Take, for example, the other news at the top of the front page, Io.js 1.3.0 —
a minor version bump that should include _zero_ breaking changes to the public
API.

And yet, 1.3.0 "broke" the way that urls are resolved with regards to trailing
slashes:
[https://github.com/iojs/io.js/pull/278](https://github.com/iojs/io.js/pull/278)

If you follow SemVer — and I don't think that Io.js should, or have to pretend
to — this _must_ be yanked, and re-released as Io.js 2.0.

Ironically, the behavior being complained about in this post relates to how
CoffeeScript decides to name internal compiler variables. This is not
something that has ever been part of the public API — and is something we can
(and might) change at any point. We've changed it in the past.

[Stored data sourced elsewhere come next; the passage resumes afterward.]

"""Rate plan, Doppler filter and interpolation chain of the tap-gain generators.

Everything here is deterministic design work done once per plan (no random
numbers, no samples). The constants below fix the numbers a seed produces:
changing any of them changes the output, so it must come with a new
``GENERATOR_VERSION``.

The chain, per tap (f_D its band edge, F_u the update rate)::

    white noise ──► Doppler FIR h0 ──► ↑R1, polyphase low-pass h1 ──► ↑R2, linear ──► F_u
      at f_i          at f_i               at f_1 = R1 f_i               interpolation

with f_i = F_u / (R1 R2) a small multiple of f_D (3 to 12) and f_1 >= 32 f_D
whenever R2 > 1, so that the cheap linear stage runs where the signal is
already heavily oversampled. The sum-of-sinusoids generator reuses the same
chain with its sinusoids evaluated exactly at f_i in place of the first box.

References
----------
.. [YB2000] D. J. Young and N. C. Beaulieu, "The generation of correlated
   Rayleigh random variates by inverse discrete Fourier transform", IEEE
   Trans. Commun. 48(7), 2000: a Doppler filter whose squared magnitude is
   the Doppler spectrum applied to white complex Gaussian noise.
.. [Kaiser1974] J. F. Kaiser, "Nonrecursive digital filter design using the
   I0-sinh window function", Proc. IEEE ISCAS 1974 (length and beta formulas,
   as implemented by ``scipy.signal.kaiserord`` / ``kaiser_beta``; citation from memory).
"""

from __future__ import annotations

import math
from dataclasses import dataclass, field
from functools import lru_cache

import numpy as np
import scipy.fft as sfft
from scipy import signal

from emucompile.models.theory import DopplerSpectrum
from emucompile.models.rates import (  # noqa: F401  (the rate plan and the constants that fix the numbers)
    DOPPLER_FILTER_SPAN,
    DOPPLER_FILTER_TAPER,
    FINAL_STAGE_MIN,
    INTERNAL_RATE_MAX,
    INTERNAL_RATE_MIN,
    LAG_WINDOW_BETA,
    LAG_WINDOW_DOPPLER_PERIODS,
    LAG_WINDOW_SIGMA_PERIODS,
    MAX_DOPPLER_FILTER_LENGTH,
    MAX_OUTPUT_BLOCK,
    MAX_POLYPHASE_FACTOR,
    MIN_FFT_SIZE,
    MIN_INTERNAL_BLOCK,
    STAGE1_ATTENUATION_DB,
    RatePlan,
    choose_rate_plan,
    doppler_filter_half_length,
    lag_window_half_span,
)

# Lags compared against theory when a design is checked, in units of 1/f_D.
CHECK_LAGS_DOPPLER_PERIODS = 3.0


@dataclass(frozen=True)
class Chain:
    """The interpolation chain after the internal rate, with its exact filters.

    ``h1`` is the polyphase low-pass (float32, odd length 2*half1*R1 + 1,
    centred, DC gain ~R1, each polyphase component scaled so that the R1
    output phases carry the same power); the linear stage makes output
    R2 m + r as ``weights_a[r] x1[m] + weights_b[r] x1[m+1]`` (float32; the
    fractions 1 - r/R2 and r/R2 times a per-phase gain that evens out the
    power dip between f_1 samples). ``margin1`` is how many internal samples
    stage 1 needs on each side of a block.
    """

    rates: RatePlan
    h1: np.ndarray
    half1: int
    weights_a: np.ndarray
    weights_b: np.ndarray

    @property
    def margin1(self) -> int:
        return self.half1 if self.rates.up1 > 1 else 0

    @property
    def polyphase(self) -> np.ndarray:
        """h1 as an (R1, 2 half1 + 1) table: x1[m R1 + p] = sum_q P[p, q] y[m + q - half1]."""
        return _polyphase_table(self.h1, self.rates.up1, self.half1)

    def amplitude_response(self, frequency_hz):
        """Amplitude response of stages 1 and 2 at f (period-averaged, ~1 at DC)."""
        f = np.asarray(frequency_hz, dtype=float)
        rates = self.rates
        out = np.ones_like(f)
        if rates.up1 > 1:
            c = (len(self.h1) - 1) // 2
            k = np.arange(len(self.h1)) - c
            h = self.h1.astype(np.float64)
            phase = 2.0 * np.pi * np.outer(f.ravel(), k) / rates.stage1_rate_hz
            out = out * (np.cos(phase) @ h).reshape(f.shape) / rates.up1
        if rates.up2 > 1:
            out = out * _linear_response(f, self.weights_a, self.weights_b, rates.update_rate_hz)
        return out


@dataclass
class DopplerDesign:
    """A tap's complete doppler-filter design and its exact figures of merit."""

    spectrum: DopplerSpectrum
    chain: Chain
    h0: np.ndarray  # float64, odd length, centred, scaled for unit mean output power
    lag_window_half_span: int
    fft_size: int
    block: int  # internal samples per synthesis block
    _figures: dict | None = field(default=None, repr=False)

    @property
    def figures(self) -> dict:
        """Exact figures of the whole cascade (computed on first use; ~0.1-1 s)."""
        if self._figures is None:
            self._figures = analyse_design(self.h0, self.chain, self.spectrum)
        return self._figures

    @property
    def half0(self) -> int:
        return (len(self.h0) - 1) // 2

    @property
    def output_block(self) -> int:
        return self.block * self.chain.rates.total


@lru_cache(maxsize=64)
def design_chain(rates: RatePlan, spectrum: DopplerSpectrum) -> Chain:
    """Polyphase low-pass h1 (Kaiser window) and the linear-stage weights, for one spectrum.

    h1 passes |f| <= f_D and stops the images of the band from f_i - f_D
    on, with ``STAGE1_ATTENUATION_DB``; its length follows Kaiser's formula
    [Kaiser1974]_ rounded up to whole phases (2*half1*R1 + 1 taps, centred).

    Power equalisation (ours): an interpolator fed with a stationary process
    gives a cyclostationary one. Linear interpolation between f_1 samples of
    correlation rho1 loses 2 w (1 - w)(1 - rho1) of the power at fraction w
    (0.4 % at f_1 = 33 f_D), and the polyphase components of h1 differ
    slightly: any statistic taken at a stride that is a multiple of R would
    see a biased power. With the input's exact autocorrelation (the
    spectrum's, at f_i) each polyphase component of h1, then each linear
    phase r, gets the gain that gives every output phase the same power
    (the residual, from the small variation of rho1 across stage-1 phases,
    is in the design figures: <= 1e-4 dB).
    """
    up1, up2 = rates.up1, rates.up2
    fi = rates.internal_rate_hz
    band_edge_hz = spectrum.max_doppler_hz
    if up1 == 1:
        h1 = np.ones(1, np.float32)
        half1 = 0
    else:
        f1 = rates.stage1_rate_hz
        width = (fi - 2.0 * band_edge_hz) / f1  # normalised to f1 (cycles/sample)
        n_est = (STAGE1_ATTENUATION_DB - 7.95) / (14.36 * width) + 1
        half1 = max(1, int(math.ceil(n_est / (2 * up1))))
        n1 = 2 * half1 * up1 + 1
        beta = signal.kaiser_beta(STAGE1_ATTENUATION_DB)
        h1 = signal.firwin(n1, fi / 2.0, window=("kaiser", beta), fs=f1) * up1
    n_taps = 2 * half1 + 1
    lags = np.arange(-(n_taps + 1), n_taps + 2)
    rho = dict(zip(lags.tolist(), spectrum.autocorrelation(lags / fi)))
    q = np.arange(n_taps)
    same = np.vectorize(rho.__getitem__)(q[None, :] - q[:, None])  # E y[m+q] y[m+q']
    nxt = np.vectorize(rho.__getitem__)(q[None, :] + 1 - q[:, None])  # E y[m+q] y[m+1+q']
    if up1 > 1:
        table = _polyphase_table(h1, up1, half1).astype(np.float64)
        powers = np.einsum("pq,qr,pr->p", table, same, table)
        gains = np.sqrt(powers.mean() / powers)
        h1 = h1 * _component_gains(gains, up1, half1, len(h1))
    h1 = h1.astype(np.float32)
    w = np.arange(up2) / up2
    if up2 == 1:
        return Chain(rates, h1, half1, np.ones(1, np.float32), np.zeros(1, np.float32))
    table = _polyphase_table(h1, up1, half1).astype(np.float64)
    c0 = np.einsum("pq,qr,pr->p", table, same, table)
    # E x1[j] x1[j+1] by stage-1 phase p of j (p + 1 wraps to the next m)
    c1 = np.array([table[p] @ same @ table[p + 1] for p in range(up1 - 1)]
                  + [table[up1 - 1] @ nxt @ table[0]])
    c0_next = np.roll(c0, -1)
    dip = ((1 - w)[None, :] ** 2 * c0[:, None] + w[None, :] ** 2 * c0_next[:, None]
           + 2 * (w * (1 - w))[None, :] * c1[:, None]).mean(axis=0)
    gain = np.sqrt(dip.mean() / dip)
    return Chain(rates, h1, half1, (gain * (1 - w)).astype(np.float32), (gain * w).astype(np.float32))
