class _Context:
    def __init__(self, g, rate_hz, model, periodic, tap, level):
        self.g = g
        self.rate = rate_hz
        self.model = model
        self.periodic = bool(periodic)
        self.tap = label(tap)
        self.level = level
        self.n = g.size
        self.fd = model.spectrum.band_edge_hz
        self.r = nulls.lags_head(model.spectrum, rate_hz, self.n, self.periodic,
                                 _autocorrelation_lag_count(self.n, rate_hz, self.fd))
        self.k = model.k_linear
        self.pd = model.diffuse_power
        self.a2 = model.direct_power
        # Covariance of |g|^2 at lag k: P_d^2 r^2 + 2 A^2 P_d r cos(w k) (Isserlis).
        self.cov_u_sum = nulls.power_covariance_sum(
            model.spectrum, rate_hz, self.n, self.periodic, self.pd, self.a2, model.los_doppler_hz
        )
        self.n_eff = self.n * (self.pd**2 + 2.0 * self.a2 * self.pd) / self.cov_u_sum
        self._diffuse = None

    @property
    def diffuse(self):
        if self._diffuse is None:
            self._diffuse = diffuse(self.g, self.rate, self.model)
        return self._diffuse

    def result(self, name, value, expected, unit, detail, *, law, z, m=1, scale=1.0, **null_extra):
        """A CheckResult whose p-value is law_sf(z / c, m), c the calibration factor of ``name``."""
        c = nulls.factor(name)
        null = {"law": law, "m": int(m), "z": finite(z), "scale": c * scale, "calibration_factor": c}
        null.update(null_extra)
        p = nulls.pvalue(law, z / c, m)
        tol = nulls.tolerance_at(null, self.level)
        detail = dict(detail, null=null, n_samples=self.n, doppler_periods=self.n / self.rate * self.fd)
        return CheckResult(name, self.tap, value, expected, tol, p, within_tolerance(value, expected, tol), None,
                           self.level, tol, unit, detail)


def _check_mean_power(ctx):
    m = estimators.mean_power(ctx.g)
    p_model = ctx.model.mean_power
    sd = math.sqrt(ctx.cov_u_sum / ctx.n)
    # The test is on m / P - 1 (normal); the value is on that scale so that the printed tolerance
    # is symmetric and exact (in dB it would not be: 10 log10(1 - t) != -10 log10(1 + t)).
    return ctx.result("mean_power", m / p_model, 1.0, "ratio to the model's mean power",
                      {"sd_relative": sd / p_model, "effective_samples": ctx.n_eff,
                       "measured_db": db(m), "expected_db": db(p_model),
                       "source": "Isserlis: var mean|g|^2 = (1/N) sum (1-|k|/N) cov(|g0|^2, |gk|^2)"},
                      law="normal", z=abs(m - p_model) / sd, scale=sd / p_model)


def _check_k_factor(ctx):
    name = "k_factor"
    if ctx.k == 0:
        return na(name, ctx.tap, "not applicable: Rayleigh tap (K = 0)", ctx.level)
    k_hat = estimators.k_factor_moments(ctx.g)
    sd = nulls.k_sd(ctx.k, ctx.model.mean_power) / math.sqrt(ctx.n_eff)
    z = abs(k_hat - ctx.k) / sd if math.isfinite(k_hat) else math.inf
    return ctx.result(name, k_hat, ctx.k, "linear K",
                      {"sd": sd, "effective_samples": ctx.n_eff,
                       "source": "Greenstein, Michelson & Erceg 1999 moment method; delta method"},
                      law="normal", z=z, scale=sd)


def _check_envelope(ctx):
    dist = envelope_distribution(ctx.k, ctx.model.mean_power)
    d = estimators.envelope_ks_distance(ctx.g, dist)
    scale = 1.0 / math.sqrt(ctx.n_eff)
    law = "scipy.stats.rayleigh" if ctx.k == 0 else "scipy.stats.rice (b = sqrt(2K), sigma^2 = P/(2(K+1)))"
    return ctx.result("envelope_ks", d, 0.0, "KS distance",
                      {"effective_samples": ctx.n_eff, "source": law + "; Kolmogorov law at N_eff"},
                      law="kolmogorov", z=d / scale, scale=scale)
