class Bundle:
    """An opened bundle: the manifest and its arrays, memory-mapped read-only.

    Attributes
    ----------
    path : Path
    manifest : dict
    tap_gains : numpy.memmap
        complex64 (n_samples, n_rx, n_tx, n_taps).
    fir_map : numpy.ndarray or None
        (n_taps, n_fir) when the bundle has a FIR map.
    fir : numpy.memmap or None
        The materialised FIR when the ``fir`` format was written.
    """

    def __init__(self, path, manifest):
        self.path = Path(path)
        self.manifest = manifest
        self.tap_gains = self._mapped_npy("tap_gains")
        self.fir_map = self._mapped_npy("fir_map", mmap=False) if self.entry("fir_map") else None
        self.fir = self._mapped_npy("fir") if self.entry("fir") else None

    def __repr__(self):
        m = self.manifest
        return f"<Bundle {self.path} n_samples={m['n_samples']} n_taps={m['n_taps']} links={m['n_rx']}x{m['n_tx']}>"

    @property
    def time_s(self):
        """Time of each tap-gain sample in seconds."""
        return np.arange(self.manifest["n_samples"]) / self.manifest["update_rate_hz"]

    def entries(self, role: str) -> list[dict]:
        """The manifest's file entries of one role (in manifest order)."""
        return [e for e in self.manifest["files"] if e["role"] == role]

    def entry(self, role: str) -> dict | None:
        """The single file entry of a role, or None."""
        found = self.entries(role)
        return found[0] if found else None

    def read_format(self, name: str):
        """The tap gains as stored in one format, shape (n_samples, n_rx, n_tx, n_taps).

        ``name`` is ``npy``, ``cf32``, ``ci16`` (dequantised), ``csv`` or
        ``sigmf``; ``fir`` returns the materialised FIR instead.
        """
        shape = tuple(self.tap_gains.shape)
        if name == "npy":
            return self.tap_gains
        if name == "fir":
            return self._present(self.fir, "fir")
        if name == "cf32":
            entry = self._present(self.entry("tap_gains_cf32"), name)
            return member_raw(self.path, entry, "<c8", shape)
        if name == "ci16":
            entry = self._present(self.entry("tap_gains_ci16"), name)
            return fmt.dequantise_ci16(member_raw(self.path, entry, "<i2", (*shape, 2)),
                                       entry["quantisation"]["scale_factor"])
        if name == "csv":
            entry = self._present(self.entry("tap_gains_csv"), name)
            with open_member(self.path, entry["name"]) as handle:
                _, values, _ = fmt.read_csv(io.TextIOWrapper(io.BufferedReader(handle), encoding="ascii", newline=""))
            return values.reshape(shape)
        if name == "sigmf":
            out = np.empty(shape, dtype=np.complex64)
            for entry in self._present(self.entries("sigmf_data"), name):
                meta_name = entry["name"][: -len(".sigmf-data")] + ".sigmf-meta"
                metadata = member_json(self.path, meta_name, max_bytes=fmt.SIGMF_META_MAX_BYTES)
                datatype = (metadata.get("global") or {}).get("core:datatype") if isinstance(metadata, dict) else None
                if datatype != "cf32_le":
                    raise BundleError([Problem(str(self.path / meta_name), "/global/core:datatype",
                                               f"{_short_repr(datatype)}; a bundle's SigMF data are cf32_le")])
                out[:, entry["rx"], entry["tx"], entry["tap"]] = member_raw(self.path, entry, "<c8", shape[:1])
            return out
        raise ValueError(f"unknown format {name!r}; choose from npy, {', '.join(EXTRA_FORMATS)}")

    def verify_integrity(self) -> list[Problem]:
        """See :func:`verify_integrity`."""
        return verify_integrity(self.path)

    def _present(self, value, name):
        if value is None or (isinstance(value, list) and not value):
            raise InputError(f"{self.path}: the bundle holds no {name} data", hint=f"compile again with --format {name}")
        return value

    def _mapped_npy(self, role, *, mmap=True):
        entry = self.entry(role)
        try:
            return member_npy(self.path, entry, mmap=mmap)
        except OSError as error:
            raise BundleError([Problem(str(self.path / entry["name"]), "", f"cannot be read: {error.strerror or error}")]) from None

    def member(self, role: str, *, mmap: bool = True):
        """The npy file of a role (e.g. ``shadowing_db``), opened safely; None when the bundle has none."""
        entry = self.entry(role)
        return None if entry is None else member_npy(self.path, entry, mmap=mmap)
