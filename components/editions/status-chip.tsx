import { type EditionSummary, statusTone, statusWord } from "./api";

export function StatusChip({ status }: { status: EditionSummary["status"] }) {
  return <span className={`inline-flex whitespace-nowrap rounded-full border px-2 py-0.5 text-xs font-bold ${statusTone[status]}`}>{statusWord[status]}</span>;
}
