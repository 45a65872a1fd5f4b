import type { EditionDiff, DownloadLink } from "@/lib/editions/service";
import type { EditionDetail, EditionSummary } from "@/lib/editions/view";

export type { DownloadLink, EditionDetail, EditionDiff, EditionSummary };
export type EditionPage = { data: EditionSummary[]; nextCursor: string | null };

export const editionsUrl = (projectId: number) => `/api/v1/projects/${projectId}/editions`;
export const isBusy = (e: Pick<EditionSummary, "status">) => e.status === "pending" || e.status === "running";

export function formatBytes(n: number): string {
  if (n < 1024) return `${n} B`;
  const units = ["KB", "MB", "GB", "TB"];
  let v = n / 1024;
  let u = 0;
  while (v >= 1024 && u < units.length - 1) {
    v /= 1024;
    u += 1;
  }
  return `${v.toFixed(v < 10 ? 1 : 0)} ${units[u]}`;
}

export const when = (iso: string | null) => (iso ? new Date(iso).toLocaleString("en-GB", { dateStyle: "medium", timeStyle: "short" }) : "—");

export const sourceNames: Record<string, string> = { agreed: "Agreed", ruling: "Ruling", single: "Single label", control: "Control items", disputed: "Disputed" };

export const statusTone: Record<EditionSummary["status"], string> = {
  pending: "border-amber-500/40 bg-amber-50 text-amber-700",
  running: "border-amber-500/60 bg-amber-100 text-amber-700",
  succeeded: "border-pine-500/40 bg-pine-50 text-pine-700",
  failed: "border-alarm-500/40 bg-alarm-50 text-alarm-700",
  cancelled: "border-line bg-paper-sunk text-ink-faint",
};

export const statusWord: Record<EditionSummary["status"], string> = { pending: "queued", running: "freezing…", succeeded: "published", failed: "failed", cancelled: "cancelled" };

Breaking changes in your API are a good thing — when the new way is better
than the old. But this isn't one of them.

For more on SemVer, and why you should resist giving in to its fascist attempt
at world version domination, see:
[https://gist.github.com/jashkenas/cbd2b088e20279ae2c8e](https://gist.github.com/jashkenas/cbd2b088e20279ae2c8e)

I get that SemVer is an attempt to address dependency pain — but it's woefully
inadequate, reductive and dangerous. We can do better.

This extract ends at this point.